### Saved entries
def energy_budget(
    dispersion: str | os.PathLike | FitResult,
    power: str | os.PathLike | FitResult,
    device: str | os.PathLike | Mapping[str, Any] | Device,
    *,
    claims: Sequence[str] = (),
    seed: int | np.random.SeedSequence | None = None,
    n_draws: int = 4000,
    out: str | os.PathLike | None = None,
    figures: bool = True,
    expect_same_sample: bool = False,
    interaction: str = "polariton",
) -> BudgetResult:
    """Energy per operation and per array activation of a device built from the sample.

    Parameters
    ----------
    dispersion
        A dispersion result folder (or :class:`~polkit.inference.FitResult`) whose posterior
        has ``lp_energy_k0`` (eV), ``lp_linewidth_k0`` (meV) and ``exciton_fraction_k0``.
    power
        A power-series result folder (or result) fitted with a density calibration: its
        posterior has ``interaction_constant`` (ueV um^2).
    device
        Device file (TOML), mapping or :class:`Device` (see :func:`load_device`).
    claims
        Claims such as ``"energy_per_operation < 10 fJ"`` (see :func:`parse_claim`).
    seed
        Root seed for pairing the draws and drawing the device inputs (recorded).
    n_draws
        Number of joint draws.  Each posterior is subsampled without replacement when it
        has at least ``n_draws`` draws, resampled with replacement otherwise.
    out
        Folder for ``budget.nc``, ``summary.json`` and the figures; nothing is written when
        ``None``.
    figures
        Write the breakdown and sensitivity figures into ``out``.
    expect_same_sample
        Refuse (:class:`~polkit.errors.ConfigError`) a pair of results whose recorded sample
        names differ or are missing, or whose recorded dispersion input hash disagrees.
    interaction
        ``"polariton"`` (default): ``g_LP`` is the power result's ``interaction_constant``.
        ``"exciton"``: ``g_LP = g_X |X|^4 / N`` with the power result's
        ``exciton_interaction_constant``, the dispersion draws of ``exciton_fraction_k0``
        and ``N`` = the ``n_wells`` recorded in the power result's provenance (1, i.e. per
        mode, when absent), for a device at another detuning than the power series.

    Returns
    -------
    BudgetResult

    Raises
    ------
    DataError
        A result folder that is missing or lacks a needed quantity (a power result without
        ``interaction_constant``: absolute energies need a calibrated power fit).
    ConfigError
        A bad device file, a bad claim, or a sample mismatch with ``expect_same_sample``.
    """
    if interaction not in ("polariton", "exciton"):
        raise ConfigError(f"expected 'polariton' or 'exciton', found {interaction!r}",
                          key="interaction")
    if isinstance(n_draws, bool) or int(n_draws) != n_draws or n_draws < 2:
        raise ConfigError(f"expected a whole number of draws >= 2, found {n_draws!r}",
                          key="n_draws")
    n = int(n_draws)
    dev = device if isinstance(device, Device) else load_device(device)
    disp, disp_where = _as_result(dispersion, "dispersion")
    pw, power_where = _as_result(power, "power")

    fix_disp = "Pass the folder of a dispersion fit (polkit dispersion ... --out DIR)."
    d_vals = {name: _posterior_values(disp, name, disp_where, fix=fix_disp)
              for name in ("lp_linewidth_k0", "lp_energy_k0", "exciton_fraction_k0")}
    if "lp_lifetime_k0" in disp.posterior.data_vars:
        d_vals["lp_lifetime_k0"] = _posterior_values(disp, "lp_lifetime_k0", disp_where,
                                                     fix=fix_disp)
    g_name = ("interaction_constant" if interaction == "polariton"
              else "exciton_interaction_constant")
    fix_power = ("Absolute energies need a power fit with a density calibration: rerun the power "
                 "fit with a calibration file (polkit power ... --calibration FILE)"
                 + ("" if interaction == "polariton" else " and a dispersion result") + ".")
    p_vals = {g_name: _posterior_values(pw, g_name, power_where, fix=fix_power)}
    _check_same_sample(disp, disp_where, pw, power_where, strict=expect_same_sample)
    for res, where in ((disp, disp_where), (pw, power_where)):
        if not res.converged:
            warnings.warn(
                f"{where}: this input result did not pass its convergence gate; the budget "
                "inherits its draws as they are",
                ConvergenceWarning,
                stacklevel=2,
            )

    ss = seed if isinstance(seed, np.random.SeedSequence) else np.random.SeedSequence(seed)
    rng = np.random.default_rng(ss)
    n_disp, n_pow = d_vals["lp_energy_k0"].size, p_vals[g_name].size
    i_disp = rng.choice(n_disp, n, replace=n > n_disp)
    i_pow = rng.choice(n_pow, n, replace=n > n_pow)
    dev_draws = dev.draw(rng, n)

    inputs: dict[str, tuple[np.ndarray, str, str, str]] = {}  # name -> values, units, long, source
    long_names = {
        "lp_linewidth_k0": "lower-polariton linewidth at k = 0 (FWHM), taken as the node linewidth",
        "lp_energy_k0": "lower-polariton energy at k = 0",
        "exciton_fraction_k0": "lower-polariton exciton fraction |X|^2 at k = 0",
        "lp_lifetime_k0": "lower-polariton lifetime at k = 0",
        "interaction_constant": "polariton-polariton interaction constant g_LP",
        "exciton_interaction_constant": "exciton-exciton interaction constant g_X",
    }
    for name, vals in d_vals.items():
        inputs[name] = (vals[i_disp], _CANONICAL[name], long_names[name], "dispersion")
    inputs[g_name] = (p_vals[g_name][i_pow], _CANONICAL[g_name], long_names[g_name], "power")
    if interaction == "exciton":
        wells = pw.provenance.get("n_wells") or 1
        if isinstance(wells, bool) or not isinstance(wells, (int, float)) or wells < 1:
            raise DataError(f"expected a whole number of wells >= 1, found {wells!r}",
                            path=power_where, field="n_wells")
        g_lp = inputs[g_name][0] * inputs["exciton_fraction_k0"][0] ** 2 / wells
        inputs["interaction_constant"] = (
            g_lp, "ueV um^2", f"polariton interaction constant g_X |X|^4 / N (N = {wells:g})",
            "derived")
    dev_meta = {
        "node_area_um2": ("node_area", "um2", "node (mode) area A"),
        "node_size_um": ("node_size", "um", "node diameter (area pi d^2 / 4)"),
        "phase_rad": ("phase", "rad", "phase of the array's operation"),
        "coupling_efficiency": ("coupling_efficiency", "1", "input coupling efficiency eta_in"),
        "temperature_K": ("temperature", "K", "operating temperature"),
        "ambient_temperature_K": ("ambient_temperature", "K",
                                  "ambient (heat-rejection) temperature"),
        "modulator_energy_fJ": ("modulator_energy", "fJ", "energy per modulated input"),
        "detector_energy_fJ": ("detector_energy", "fJ", "energy per detected output"),
        "holding_power_mW": ("holding_power", "mW", "holding-beam power for the whole array"),
        "holding_window_ps": ("holding_window", "ps", "holding-beam time on per activation"),
        "wall_plug_efficiency": ("wall_plug_efficiency", "1", "laser wall-plug efficiency"),
        "cooler_fraction_of_carnot": ("cooler_fraction_of_carnot", "1",
                                      "cooler efficiency relative to Carnot"),
        "cold_fraction": ("cold_fraction", "1", "fraction of optical energy dissipated cold"),
    }
    for attr, vals in dev_draws.items():
        name, units, long_name = dev_meta[attr]
        derived_area = attr == "node_area_um2" and dev.node_area_um2 is None
        inputs[name] = (vals, units, long_name + (" (from node_size)" if derived_area else ""),
                        "derived" if derived_area else "device")

    gamma = inputs["lp_linewidth_k0"][0]
    e_lp = inputs["lp_energy_k0"][0]
    g = inputs["interaction_constant"][0]
    area = inputs["node_area"][0]
    eta = inputs["coupling_efficiency"][0]
    phase = inputs["phase"][0]

    e_op = energy_per_operation(1.0, gamma, area, e_lp, g, eta)
    e_pi = energy_per_operation(np.pi, gamma, area, e_lp, g, eta)
    e_node = energy_per_operation(phase, gamma, area, e_lp, g, eta)
    rate = operation_rate(gamma, dev.rate_convention)
    p_node_W = power_per_node(e_node, rate)
    if "holding_window" not in inputs:
        inputs["holding_window"] = (1e3 / rate, "ps",
                                    "holding-beam time on per activation (one time slot)",
                                    "derived")
    hold_mW = inputs["holding_power"][0] if "holding_power" in inputs else np.zeros(n)
    wall_plug = inputs["wall_plug_efficiency"][0] if "wall_plug_efficiency" in inputs else 1.0
    lines = array_energy_per_activation(
        e_node, dev.n_inputs, dev.n_outputs,
        inputs["modulator_energy"][0] / _FJ_PER_J, inputs["detector_energy"][0] / _FJ_PER_J,
        n_nodes=dev.n_nodes,
        holding_power_W=hold_mW * 1e-3,
        window_s=inputs["holding_window"][0] * 1e-12,
        wall_plug_efficiency=wall_plug,
        t_cold_K=inputs["temperature"][0] if dev.cooled else None,
        t_hot_K=dev.ambient_temperature_K.value,
        cold_fraction=inputs["cold_fraction"][0],
        cooler_fraction_of_carnot=inputs["cooler_fraction_of_carnot"][0],
    )
    polaritons = 1e3 * phase * gamma / g * area

    data_vars: dict[str, xr.Variable] = {}

    def put(name, values, units, long_name, role, source=None):
        attrs = {"units": units, "long_name": long_name, "polkit_role": role}
        if source is not None:
            attrs["source"] = source
        data_vars[name] = xr.Variable(("draw",), np.asarray(values), attrs)

    for name, (vals, units, long_name, source) in inputs.items():
        put(name, vals, units, long_name, "input", source)
    put("dispersion_draw", i_disp.astype(np.int64), "1",
        "index of the dispersion posterior draw used (chain-major)", "index")
    put("power_draw", i_pow.astype(np.int64), "1",
        "index of the power posterior draw used (chain-major)", "index")
    put("polaritons_per_node", polaritons, "1",
        "polaritons per node for the array's operation, phi gamma A / g_LP", "derived")
    put("energy_per_operation", e_op * _FJ_PER_J, "fJ",
        "control-pulse energy for a shift of one linewidth (1 rad)", "derived")
    put("energy_per_pi_shift", e_pi * _FJ_PER_J, "fJ",
        "control-pulse energy for a pi phase shift", "derived")
    put("control_energy_per_node", e_node * _FJ_PER_J, "fJ",
        "control-pulse energy per node at the device's phase", "derived")
    put("operation_rate", rate, "GHz",
        f"operations per second per node ({dev.rate_convention} convention)", "derived")
    put("power_per_node", p_node_W * 1e3, "mW",
        "control optical power of one node switching in every time slot", "derived")
    put("array_optical_power", dev.n_nodes * p_node_W * 1e3 + hold_mW, "mW",
        "optical power on the sample: all nodes at full rate plus the holding beam", "derived")
    for name, long_name in _LINES:
        put(name, lines[f"{name}_J"] * _FJ_PER_J, "fJ", long_name, "line")
    put("energy_per_activation",
        (lines["control_optical_J"] + lines["modulators_J"] + lines["detectors_J"]) * _FJ_PER_J,
        "fJ", "energy per array activation: control pulses, modulators and detectors", "derived")
    put("wall_energy_per_activation", lines["total_J"] * _FJ_PER_J, "fJ",
        "energy per array activation with every declared line", "derived")
    put("wall_energy_per_node", lines["total_J"] * _FJ_PER_J / dev.n_nodes, "fJ",
        "every declared line per activation, shared per node", "derived")

    factors = [("phase", 1), ("lp_linewidth_k0", 1), ("node_area", 1), ("lp_energy_k0", 1),
               ("coupling_efficiency", -1)]
    if interaction == "polariton":
        factors.append(("interaction_constant", -1))
    else:
        factors += [("exciton_interaction_constant", -1), ("exciton_fraction_k0", -2)]

    prov = {
        "polkit_version": _polkit_version(),
        "created": datetime.now(UTC).isoformat(timespec="seconds"),
        "seed": int(ss.entropy) if isinstance(ss.entropy, int) else str(ss.entropy),
        "seed_spawn_key": list(ss.spawn_key),
        "n_draws": n,
        "interaction": interaction,
        "dispersion": _input_record(disp, disp_where),
        "power": _input_record(pw, power_where),
        "device": dev.to_dict(),
        "device_file": dev.source,
        "sample_check": bool(expect_same_sample),
        "libraries": _library_versions(),
    }
    diagnostics = {
        "converged": bool(disp.converged and pw.converged),
        "dispersion_converged": bool(disp.converged),
        "power_converged": bool(pw.converged),
        "dispersion_draws_available": int(n_disp),
        "power_draws_available": int(n_pow),
        "n_draws": n,
        "resampled_with_replacement": {"dispersion": bool(n > n_disp), "power": bool(n > n_pow)},
        # inputs whose own model check said the model does not describe their data
        "model_check_failed": [role for role, res in (("dispersion", disp), ("power", pw))
                               if (res.model_check or {}).get("passed", True) is False],
    }
    attrs = {
        "model": "energy_budget",
        "kind": "budget",
        "n_nodes": dev.n_nodes,
        "n_inputs": dev.n_inputs,
        "n_outputs": dev.n_outputs,
        "rate_convention": dev.rate_convention,
        "cooled": int(dev.cooled),
        "counted": json.dumps(_counted(dev, inputs)),
        "factors": json.dumps(factors),
        "claims": json.dumps(list(claims)),
        "diagnostics": json.dumps(diagnostics),
        "provenance": json.dumps(prov),
        "created_by": f"polkit {prov['polkit_version']}",
    }
    ds = xr.Dataset(data_vars, coords={"draw": np.arange(n)}, attrs=attrs)
    ds["draw"].attrs.update({"units": "1", "long_name": "joint draw index"})
    result = BudgetResult(ds)  # parses the claims: a bad claim is refused before any write
    if out is not None:
        result.save(out, figures=figures)
    return result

### EXERCISE AIM
Repeat only what lies between the first line of the data and the line containing "whose recorded sample", both of those lines included, exactly as it stands.

### RESULT OF THIS TASK
def energy_budget(
    dispersion: str | os.PathLike | FitResult,
    power: str | os.PathLike | FitResult,
    device: str | os.PathLike | Mapping[str, Any] | Device,
    *,
    claims: Sequence[str] = (),
    seed: int | np.random.SeedSequence | None = None,
    n_draws: int = 4000,
    out: str | os.PathLike | None = None,
    figures: bool = True,
    expect_same_sample: bool = False,
    interaction: str = "polariton",
) -> BudgetResult:
    """Energy per operation and per array activation of a device built from the sample.

    Parameters
    ----------
    dispersion
        A dispersion result folder (or :class:`~polkit.inference.FitResult`) whose posterior
        has ``lp_energy_k0`` (eV), ``lp_linewidth_k0`` (meV) and ``exciton_fraction_k0``.
    power
        A power-series result folder (or result) fitted with a density calibration: its
        posterior has ``interaction_constant`` (ueV um^2).
    device
        Device file (TOML), mapping or :class:`Device` (see :func:`load_device`).
    claims
        Claims such as ``"energy_per_operation < 10 fJ"`` (see :func:`parse_claim`).
    seed
        Root seed for pairing the draws and drawing the device inputs (recorded).
    n_draws
        Number of joint draws.  Each posterior is subsampled without replacement when it
        has at least ``n_draws`` draws, resampled with replacement otherwise.
    out
        Folder for ``budget.nc``, ``summary.json`` and the figures; nothing is written when
        ``None``.
    figures
        Write the breakdown and sensitivity figures into ``out``.
    expect_same_sample
        Refuse (:class:`~polkit.errors.ConfigError`) a pair of results whose recorded sample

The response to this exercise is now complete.